As a EU citizen I think it's entirely embarrassing. Either the EU should have the power to force European subsidiaries to be exempted from the cloud act, or everyone should be forced to abide the law, which would greatly boost EU tech. Instead we are just rolling over.

schuyler2d|3 months ago

I can't imagine the Cloud Act being effective without Microsoft (and French gov) complicity.

If they can make successful tax shelters they can architect the entities and the architecture to remove this option.

There's some 9-eyes thing where this is a feature not a bug

1123581321|3 months ago

I wouldn't think "sovereign" EU data would be protected from US snooping either, unless the Five Eyes Plus alliance is going to be dissolved. Even then...

GTP|3 months ago

Well, not relying on US cloud would already be a giant step in the right direction, by making it significantly harder to snoop on the data.

IsTom|3 months ago

With UK out there's no Five Eyes members in EU.

blibble|3 months ago

I suspect the other 4 eyes are somewhat less willing to do the US regime's bidding these days

tempodox|3 months ago

Of course they can’t. U.S. companies are under U.S. jurisdiction, no matter where their data centers are located.

bluGill|3 months ago

This is a French company owned by a US company though which makes things complex.

thinkindie|3 months ago

I wonder why people are surprised, as this is an open secret nobody is willing to admit. And it's basically the reason we had Schrim I and Schrim II.

At the same time a massive migration from US cloud in EU to EU cloud would be a massive pain for a lot of companies in the EU.

nashashmi|3 months ago

US cloud act is definitely an overreach. Suddenly private infrastructure is now an extension of the government surveillance complex. This is the equivalent of the govt being able to put a camera on your building because they want to observe the public/private area around it.

Agingcoder|3 months ago

Maybe I’m misunderstanding something - if I store my data elsewhere , am I not supposed to encrypt it anyway, with my keys ? If the crypto is strong enough then surely cloud providers can’t do anything with it ?

cesarb|3 months ago

> Maybe I’m misunderstanding something - if I store my data elsewhere , am I not supposed to encrypt it anyway

"Cloud" is not only for storage; it's also for compute. Doing compute directly on encrypted data (homomorphic encryption) is very slow and very complicated, so when using a cloud, the data is usually either unencrypted, or encrypted but the key is elsewhere in the same cloud.

riskable|3 months ago

Another take: Microsoft admitted under oath in France that the US government doesn't care enough about French data to ever have requested any.

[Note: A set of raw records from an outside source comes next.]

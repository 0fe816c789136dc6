"""HDF5 checkpoint of a run: everything needed to resume it and to re-analyse it.

The file is rewritten completely after every step, atomically: it is written to
``checkpoint.h5.partial`` in the same folder, flushed, synced to disk and then moved over the
old file with :func:`os.replace`. A run killed at any moment leaves either the previous or the
new checkpoint, never a broken one. (Rewriting costs O(steps) per step, which is negligible for
the molecules and step counts this tool is meant for.)

Layout (format ``surfcross-checkpoint``, version 1; see DEVELOPERS.md for the full schema)::

    /            attrs: format, version, iteration, records, updated
    /task        the task definition (nested groups/attrs, see io.h5tree)
    /settings    every effective setting (nested)
    /molecule    symbols, charge, spin
    /resume      latest resume_state of the optimizer (nested); attr iteration
    /history     one row per step record (arrays, first axis = record)
"""

from __future__ import annotations

import json
import os
import time
from dataclasses import dataclass, field
from pathlib import Path
from typing import Any, Mapping

import h5py
import numpy as np

from ..errors import CheckpointError
from ..geometry import Geometry
from .h5tree import read_tree, write_tree
from .results import all_state_energies, to_jsonable

__all__ = ["FORMAT", "VERSION", "CheckpointData", "CheckpointWriter", "load_checkpoint",
           "record_row"]

FORMAT = "surfcross-checkpoint"
VERSION = 1

_SCALARS = ("iteration", "accepted", "value_eh", "merit", "gap_eh", "step_length_bohr",
            "trust_radius", "max_force", "evaluations", "elapsed_s")
_ARRAYS = ("geometries_bohr", "gradient", "test_gradient")
_STRINGS = ("roots", "message", "info_json")


@dataclass(frozen=True, kw_only=True)
class CheckpointData:
    """What :func:`load_checkpoint` returns.

    Attributes
    ----------
    path
        The checkpoint file.
    task, settings
        The task definition and the effective settings, as saved.
    iteration
        Iteration of the last accepted step (0 if only the start point was done).
    records
        Number of step records (accepted and rejected).
    geometry
        The last accepted geometry (None if no step was recorded yet).
    resume_state
        The latest optimizer/objective state (empty if none was recorded).
    history
        Per-record arrays: iteration, accepted, geometries_bohr (n, natom, 3), value_eh,
        merit, gap_eh (NaN where none), target_energies_eh (n, len(target_labels)),
        state_energies_eh (n, len(state_labels), NaN where absent), gradient, test_gradient,
        step_length_bohr, trust_radius, max_force, evaluations, elapsed_s,
        criteria_value / criteria_threshold (n, len(criteria_names)), roots, message, info_json.
    state_gradients
        {adiabatic label: (n, natom, 3)} analytic state gradients, NaN where not computed.
    overlaps
        {record index: {manifold: overlap matrix}} where tracking recorded overlaps.
    """

    path: Path
    task: Mapping[str, Any]
    settings: Mapping[str, Any]
    iteration: int
    records: int
    geometry: Geometry | None
    resume_state: Mapping[str, Any]
    history: Mapping[str, np.ndarray]
    target_labels: tuple[str, ...] = ()
    state_labels: tuple[str, ...] = ()
    criteria_names: tuple[str, ...] = ()
    criteria_units: tuple[str, ...] = ()
    state_gradients: Mapping[str, np.ndarray] = field(default_factory=dict)
    overlaps: Mapping[int, Mapping[str, np.ndarray]] = field(default_factory=dict)


def record_row(record: Any) -> dict[str, Any]:
    """The data of one StepRecord that goes into the checkpoint history."""
    value = record.value
    evaluation = value.evaluation
    tracking = value.tracking
    grads = {}
    if evaluation is not None:
        grads = {str(k): np.asarray(v, float) for k, v in getattr(evaluation, "gradients", {}).items()}
    track = {}
    if tracking is not None:
        track = {"roots": list(tracking.roots), "previous_roots": list(tracking.previous_roots),
                 "confidence": list(tracking.confidence), "flags": list(tracking.flags)}
    return {
        "iteration": int(record.iteration), "accepted": bool(record.accepted),
        "geometries_bohr": np.asarray(record.geometry.coords_bohr, float),
        "value_eh": float(value.value), "merit": float(value.merit_value),
        "gap_eh": np.nan if value.gap_eh is None else float(value.gap_eh),
        "targets": {str(k): float(v) for k, v in value.energies_eh.items()},
        "states": all_state_energies(value),
        "gradient": np.asarray(value.gradient, float),
        "test_gradient": np.asarray(value.test_gradient, float),
        "state_gradients": grads,
        "step_length_bohr": record.step_length, "trust_radius": float(record.trust_radius),
        "max_force": record.max_force, "evaluations": int(record.evaluations),
        "elapsed_s": float(record.elapsed_s),
        "criteria": {c.name: (float(c.value), float(c.threshold), c.unit) for c in record.criteria},
        "roots": ",".join(track.get("roots", [])),
        "message": str(record.message),
        "info_json": json.dumps(to_jsonable({"info": dict(value.info), "tracking": track})),
        "overlaps": ({str(m): np.asarray(o, float) for m, o in tracking.overlaps.items()}
                     if tracking is not None else {}),
    }


def _labels(rows: list[dict], key: str) -> list[str]:
    seen: dict[str, None] = {}
    for row in rows:
        for label in row[key]:
            seen.setdefault(label, None)
    return list(seen)


def _table(rows: list[dict], key: str, labels: list[str]) -> np.ndarray:
    return np.array([[row[key].get(lab, np.nan) for lab in labels] for row in rows], float)


def _write_history(group: h5py.Group, rows: list[dict]) -> None:
    if not rows:
        return
    for key in _SCALARS:
        group.create_dataset(key, data=np.array([r[key] for r in rows]))
    for key in _ARRAYS:
        group.create_dataset(key, data=np.stack([r[key] for r in rows]))
    for key in _STRINGS:
        group.create_dataset(key, data=np.array([r[key] for r in rows], dtype=object),
                             dtype=h5py.string_dtype())
    for key, name in (("targets", "target"), ("states", "state")):
        labels = _labels(rows, key)
        ds = group.create_dataset(f"{name}_energies_eh", data=_table(rows, key, labels))
        ds.attrs["labels"] = np.array(labels, dtype=h5py.string_dtype())
    names = _labels(rows, "criteria")
    units = {n: r["criteria"][n][2] for r in rows for n in r["criteria"]}
    for col, name in ((0, "criteria_value"), (1, "criteria_threshold")):
        data = np.array([[r["criteria"][n][col] if n in r["criteria"] else np.nan for n in names]
                         for r in rows], float).reshape(len(rows), len(names))
        ds = group.create_dataset(name, data=data)
        ds.attrs["names"] = np.array(names, dtype=h5py.string_dtype())
        ds.attrs["units"] = np.array([units[n] for n in names], dtype=h5py.string_dtype())
    shape = rows[0]["geometries_bohr"].shape
    grads = group.create_group("state_gradients", track_order=True)
    for label in _labels(rows, "state_gradients"):
        grads.create_dataset(label, data=np.stack(
            [r["state_gradients"].get(label, np.full(shape, np.nan)) for r in rows]))
    overlaps = group.create_group("overlaps")
    for i, row in enumerate(rows):
        if row["overlaps"]:
            sub = overlaps.create_group(f"{i:06d}")
            for manifold, matrix in row["overlaps"].items():
                sub.create_dataset(manifold or "_", data=matrix)


class CheckpointWriter:
    """Observer that writes the checkpoint after every StepRecord.

    Parameters
    ----------
    path
        The checkpoint file (usually ``checkpoint.h5`` of a run directory).
    task, settings
        Task definition and effective settings stored with every write.
    previous
        Data of an earlier checkpoint of the same run: its history is kept (used on resume).
    """

    def __init__(self, path: str | os.PathLike, *, task: Mapping[str, Any] | None = None,
                 settings: Mapping[str, Any] | None = None,
                 previous: CheckpointData | None = None) -> None:
        self.path = Path(path)
        self.task: dict[str, Any] = dict(previous.task if previous and task is None else task or {})
        self.settings: dict[str, Any] = dict(
            previous.settings if previous and settings is None else settings or {})
        self._rows: list[dict[str, Any]] = _rows_from_data(previous) if previous else []
        self._molecule: Geometry | None = previous.geometry if previous else None
        self._resume: dict[str, Any] = dict(previous.resume_state) if previous else {}

    def set_task(self, task: Mapping[str, Any], settings: Mapping[str, Any] | None = None) -> None:
        """Store the task definition (and settings) and write the file right away."""
        self.task = dict(task)
        if settings is not None:
            self.settings = dict(settings)
        self.write()

    def __call__(self, record: Any) -> None:
        row = record_row(record)
        last = self._last_accepted()
        if (row["accepted"] and last is not None and last["iteration"] == row["iteration"]
                and np.allclose(last["geometries_bohr"], row["geometries_bohr"], atol=1e-12)):
            # the same point reported again (first record after a resume): keep one row
            self._rows.remove(last)
        self._rows.append(row)
        if self._molecule is None or record.accepted:
            self._molecule = record.geometry
        if record.resume_state:
            self._resume = dict(record.resume_state)
        self.write()

    def _last_accepted(self) -> dict[str, Any] | None:
        return next((r for r in reversed(self._rows) if r["accepted"]), None)

    @property
    def records(self) -> int:
        return len(self._rows)

    def write(self) -> None:
        """Write the whole checkpoint atomically (temp file, fsync, os.replace)."""
        tmp = self.path.with_name(self.path.name + ".partial")
        try:
            with h5py.File(tmp, "w", track_order=True) as fh:
                self._fill(fh)
                fh.flush()
            fd = os.open(tmp, os.O_RDONLY)
            try:
                os.fsync(fd)
            finally:
                os.close(fd)
            os.replace(tmp, self.path)
        except BaseException:
            tmp.unlink(missing_ok=True)
            raise

    def _fill(self, fh: h5py.File) -> None:
        last = self._last_accepted()
        fh.attrs.update({"format": FORMAT, "version": VERSION, "records": len(self._rows),
                         "iteration": last["iteration"] if last else 0,
                         "updated": time.strftime("%Y-%m-%dT%H:%M:%S%z")})
        write_tree(fh.create_group("task", track_order=True), self.task)
        write_tree(fh.create_group("settings", track_order=True), self.settings)
        resume = fh.create_group("resume", track_order=True)
        write_tree(resume, self._resume)
        if self._molecule is not None:
            mol = fh.create_group("molecule")
            mol.create_dataset("symbols", data=np.array(self._molecule.symbols, dtype=object),
                               dtype=h5py.string_dtype())
            mol.attrs["charge"], mol.attrs["spin"] = self._molecule.charge, self._molecule.spin
        _write_history(fh.create_group("history"), self._rows)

I'm sure if you asked the current administration what they think of France, they'd reply, "all they do is wine!"

thefz|3 months ago

The current administration will have difficulties pointing to France on a map.

shevy-java|3 months ago

Time to pull away all EU data from the Trump USA.

embedding-shape|3 months ago

I think many already started, the only reason it's starting to appear in the news is because people are making progress with the moves, and US companies are noticing it, but it's been planned and organized for a lot longer than just the last year.

spookie|3 months ago

Can assure you it has been happening for a while.

radiator|3 months ago

What difference, at this point, does it make? The EU has already surrendered any notion of sovereignty to the US in the fields of military and energy.